- [Data under study]:
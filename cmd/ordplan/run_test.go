package main

import (
	"bytes"
	"crypto/sha256"
	"encoding/hex"
	"encoding/json"
	"os"
	"path/filepath"
	"strings"
	"testing"
)

// The bundled example plan runs end to end; a rerun is byte-identical; a
// rerun with --previous on changed data says what changed.
func TestRunExamplePlan(t *testing.T) {
	if testing.Short() {
		t.Skip("full grid")
	}
	dir := t.TempDir()
	a, b := filepath.Join(dir, "a"), filepath.Join(dir, "b")
	plan := filepath.Join("..", "..", "plans", "example.yaml")
	for _, out := range []string{a, b} {
		stdout, stderr, code := runCLI("run", plan, "--out", out, "--quiet")
		if code != 0 {
			t.Fatalf("exit %d: %s %s", code, stdout, stderr)
		}
		if !strings.Contains(stdout, "chosen:") {
			t.Fatalf("stdout: %s", stdout)
		}
	}
	for _, f := range []string{"decisions.json", "report.md", "report.html", "run.json"} {
		x, err1 := os.ReadFile(filepath.Join(a, f))
		y, err2 := os.ReadFile(filepath.Join(b, f))
		if err1 != nil || err2 != nil || !bytes.Equal(x, y) {
			t.Errorf("%s differs between runs (%v %v)", f, err1, err2)
		}
	}
	// run.json lists every file of the run, tables and figures included,
	// with the SHA-256 of the bytes on disk.
	var rec struct {
		Outputs map[string]string `json:"outputs_sha256"`
	}
	rj, _ := os.ReadFile(filepath.Join(a, "run.json"))
	if err := json.Unmarshal(rj, &rec); err != nil {
		t.Fatal(err)
	}
	entries, _ := os.ReadDir(a)
	kinds := map[string]bool{}
	for _, e := range entries {
		if e.Name() == "run.json" || e.IsDir() || strings.HasPrefix(e.Name(), ".") {
			continue
		}
		b, _ := os.ReadFile(filepath.Join(a, e.Name()))
		sum := sha256.Sum256(b)
		if rec.Outputs[e.Name()] != hex.EncodeToString(sum[:]) {
			t.Errorf("run.json: %s has hash %q, want that of its bytes", e.Name(), rec.Outputs[e.Name()])
		}
		kinds[strings.SplitN(e.Name(), "-", 2)[0]] = true
	}
	if !kinds["table"] || !kinds["figure"] {
		t.Errorf("no table or figure files among the outputs: %v", kinds)
	}
	// Changed data: drop the last 300 rows into a copy of the plan's folder.
	cdir := filepath.Join(dir, "changed")
	os.MkdirAll(filepath.Join(cdir, "data"), 0o755)
	src, _ := os.ReadFile(filepath.Join("..", "..", "plans", "data", "quietstreets.csv"))
	lines := strings.SplitAfter(string(src), "\n")
	os.WriteFile(filepath.Join(cdir, "data", "quietstreets.csv"), []byte(strings.Join(lines[:len(lines)-300], "")), 0o644)
	nr, _ := os.ReadFile(filepath.Join("..", "..", "plans", "data", "newrows.csv"))
	os.WriteFile(filepath.Join(cdir, "data", "newrows.csv"), nr, 0o644)
	pl, _ := os.ReadFile(plan)
	os.WriteFile(filepath.Join(cdir, "example.yaml"), pl, 0o644)
	stdout, stderr, code := runCLI("run", filepath.Join(cdir, "example.yaml"), "--out", filepath.Join(dir, "c"), "--previous", a, "--quiet")
	if code != 0 {
		t.Fatalf("exit %d: %s", code, stderr)
	}
	if !strings.Contains(stdout, "since the previous run: The data file data/quietstreets.csv changed") || !strings.Contains(stdout, "rows used") {
		t.Errorf("changes not reported: %s", stdout)
	}
}

func TestRunAndCheckBadInput(t *testing.T) {
	dir := t.TempDir()
	write := func(name, s string) string {
		p := filepath.Join(dir, name)
		os.WriteFile(p, []byte(s), 0o644)
		return p
	}
	write("d.csv", "y,a,b\n1,0.5,1\n2,0.1,0\n3,0.7,1\n1,0.2,0\n2,0.9,1\n3,0.3,0\n")
	good := "version: 1\ndata: {file: d.csv}\noutcomes: [{column: y}]\npredictors: [a, b]\nmodels: {effects: [parallel, nonparallel]}\nrules:\n  - choose: {by: aic}\n"
	cases := []struct {
		name, plan string
		cmd        string
		code       int
		want       string
	}{
		{"unknown key", strings.Replace(good, "predictors:", "predictorz: [a]\npredictors:", 1), "check", 1, "predictorz"},
		{"absent column", strings.Replace(good, "[a, b]", "[a, c]", 1), "check", 1, `"c"`},
		{"unknown approach", strings.Replace(good, "{effects:", "{approaches: [sideways], effects:", 1), "check", 1, "sideways"},
		{"undeclared category", strings.Replace(good, "{column: y}", "{column: y, categories: [\"1\", \"2\"]}", 1), "run", 1, `"3"`},
		{"never observed", strings.Replace(good, "{column: y}", "{column: y, categories: [\"1\", \"2\", \"3\", \"4\"]}", 1), "run", 1, `category "4" is declared but never observed`},
		{"valid", good, "check", 0, "plan is valid"},
	}
	for i, c := range cases {
		t.Run(c.name, func(t *testing.T) {
			p := write("p"+string(rune('a'+i))+".yaml", c.plan)
			stdout, stderr, code := runCLI(c.cmd, p, "--quiet")
			if c.cmd == "check" {
				stdout, stderr, code = runCLI(c.cmd, p)
			}
			if code != c.code || !strings.Contains(stdout+stderr, c.want) {
				t.Fatalf("exit %d (want %d)\nstdout: %s\nstderr: %s", code, c.code, stdout, stderr)
			}
			if strings.Contains(stderr, "goroutine") {
				t.Fatalf("panic: %s", stderr)
			}
		})
	}
}

// `ordplan check` lists the rules as they will be applied, in plain words,
// with the comparisons each test rule makes.
func TestCheckListsRules(t *testing.T) {
	stdout, stderr, code := runCLI("check", filepath.Join("..", "..", "plans", "example.yaml"))
	if code != 0 {
		t.Fatalf("exit %d: %s", code, stderr)
	}
	for _, w := range []string{
		"The rules, in the order they will be applied to the models of each outcome:",
		") Reject fits that did not converge, whose likelihood has no finite maximum, or whose finite maximum is so flat that some estimates are not determined.",
		"Reject a model when the likelihood-ratio test against the least constrained model of its approach and link rejects it at alpha = 0.05.",
		"Comparisons:\n     cumulative/parallel/logit against cumulative/nonparallel/logit\n",
		"     adjacent/stereotype/logit against adjacent/nonparallel/logit\n",
		"If every candidate has been rejected, choose nothing and stop with an error.",
	} {
		if !strings.Contains(stdout, w) {
			t.Errorf("check output lacks %q:\n%s", w, stdout)
		}
	}
}

// With clustered errors, check warns of each rule (and stepwise selection)
// reading a statistic that takes every observation as independent, as the
// report's assumptions say (TIC too: its penalty is made of per-row
// scores, counted by hand in fit.TIC's definition); a Wald rule gets no warning,
// and without clustered errors nothing is said.
func TestCheckWarnsOfRulesIgnoringClusters(t *testing.T) {
	dir := t.TempDir()
	os.WriteFile(filepath.Join(dir, "d.csv"), []byte("y,a,b,c\n1,0.5,1,k\n2,0.1,0,k\n3,0.7,1,m\n1,0.2,0,m\n2,0.9,1,n\n3,0.3,0,n\n"), 0o644)
	plan := func(cov, rules string) string {
		p := filepath.Join(dir, "p.yaml")
		os.WriteFile(p, []byte("version: 1\ndata: {file: d.csv, cluster: c}\noutcomes: [{column: y}]\npredictors: [a, b]\nmodels: {effects: [parallel, partial, nonparallel], partial: {select: {method: stepwise, test: lr}}}\ncovariance: "+cov+"\nrules:\n"+rules), 0o644)
		return p
	}
	const rules = "  - reject_if_test_rejects: {test: lr}\n  - reject_if_test_rejects: {test: wald}\n  - prefer_simpler: {by: bic}\n"
	stdout, stderr, code := runCLI("check", plan("clustered", rules))
	if code != 0 {
		t.Fatalf("exit %d: %s", code, stderr)
	}
	for _, w := range []string{
		"warning: " + filepath.Join(dir, "p.yaml") + ": models.partial.select: the stepwise selection by likelihood-ratio tests takes every observation as independent",
		"warning: " + filepath.Join(dir, "p.yaml") + ": rules[0].reject_if_test_rejects (line 8): The likelihood-ratio test compares the two models' likelihoods, which take every observation as independent: it ignores the clusters of c, holds its level when they do not matter and rejects too often when observations of a cluster are alike. A Wald test would use the cluster-robust covariance instead, referred to F(q, G-q)",
		"rules[2].prefer_simpler (line 10): BIC takes every observation as independent",
	} {
		if !strings.Contains(stderr, w) {
			t.Errorf("check's stderr lacks %q:\n%s", w, stderr)
		}
	}
	if strings.Contains(stderr, "rules[1]") {
		t.Errorf("check warns of the Wald rule, which uses the cluster-robust covariance:\n%s", stderr)
	}
	if !strings.Contains(stdout, "The likelihood-ratio test compares the two models' likelihoods, which take every observation as independent") {
		t.Errorf("the rule's description lacks the caveat:\n%s", stdout)
	}
	if _, stderr, _ := runCLI("check", plan("clustered", "  - choose: {by: tic}\n")); !strings.Contains(stderr, "rules[0].choose (line 8): TIC's penalty is made of each row's scores, as if every observation were independent: the clusters of c") {
		t.Errorf("check does not warn of the TIC choice:\n%s", stderr)
	}
	if _, stderr, _ := runCLI("check", plan("observed", rules)); strings.Contains(stderr, "warning") {
		t.Errorf("check warns without clustered errors:\n%s", stderr)
	}
}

- [About this exercise]:
Given the records above, return exactly the lines starting at the line containing "func TestCheckWarnsOfRulesIgnoringClusters(t *testing.T)" and ending at the line containing "(line 8): TIC's", including both.

- [Result of this task]:
func TestCheckWarnsOfRulesIgnoringClusters(t *testing.T) {
	dir := t.TempDir()
	os.WriteFile(filepath.Join(dir, "d.csv"), []byte("y,a,b,c\n1,0.5,1,k\n2,0.1,0,k\n3,0.7,1,m\n1,0.2,0,m\n2,0.9,1,n\n3,0.3,0,n\n"), 0o644)
	plan := func(cov, rules string) string {
		p := filepath.Join(dir, "p.yaml")
		os.WriteFile(p, []byte("version: 1\ndata: {file: d.csv, cluster: c}\noutcomes: [{column: y}]\npredictors: [a, b]\nmodels: {effects: [parallel, partial, nonparallel], partial: {select: {method: stepwise, test: lr}}}\ncovariance: "+cov+"\nrules:\n"+rules), 0o644)
		return p
	}
	const rules = "  - reject_if_test_rejects: {test: lr}\n  - reject_if_test_rejects: {test: wald}\n  - prefer_simpler: {by: bic}\n"
	stdout, stderr, code := runCLI("check", plan("clustered", rules))
	if code != 0 {
		t.Fatalf("exit %d: %s", code, stderr)
	}
	for _, w := range []string{
		"warning: " + filepath.Join(dir, "p.yaml") + ": models.partial.select: the stepwise selection by likelihood-ratio tests takes every observation as independent",
		"warning: " + filepath.Join(dir, "p.yaml") + ": rules[0].reject_if_test_rejects (line 8): The likelihood-ratio test compares the two models' likelihoods, which take every observation as independent: it ignores the clusters of c, holds its level when they do not matter and rejects too often when observations of a cluster are alike. A Wald test would use the cluster-robust covariance instead, referred to F(q, G-q)",
		"rules[2].prefer_simpler (line 10): BIC takes every observation as independent",
	} {
		if !strings.Contains(stderr, w) {
			t.Errorf("check's stderr lacks %q:\n%s", w, stderr)
		}
	}
	if strings.Contains(stderr, "rules[1]") {
		t.Errorf("check warns of the Wald rule, which uses the cluster-robust covariance:\n%s", stderr)
	}
	if !strings.Contains(stdout, "The likelihood-ratio test compares the two models' likelihoods, which take every observation as independent") {
		t.Errorf("the rule's description lacks the caveat:\n%s", stdout)
	}
	if _, stderr, _ := runCLI("check", plan("clustered", "  - choose: {by: tic}\n")); !strings.Contains(stderr, "rules[0].choose (line 8): TIC's penalty is made of each row's scores, as if every observation were independent: the clusters of c") {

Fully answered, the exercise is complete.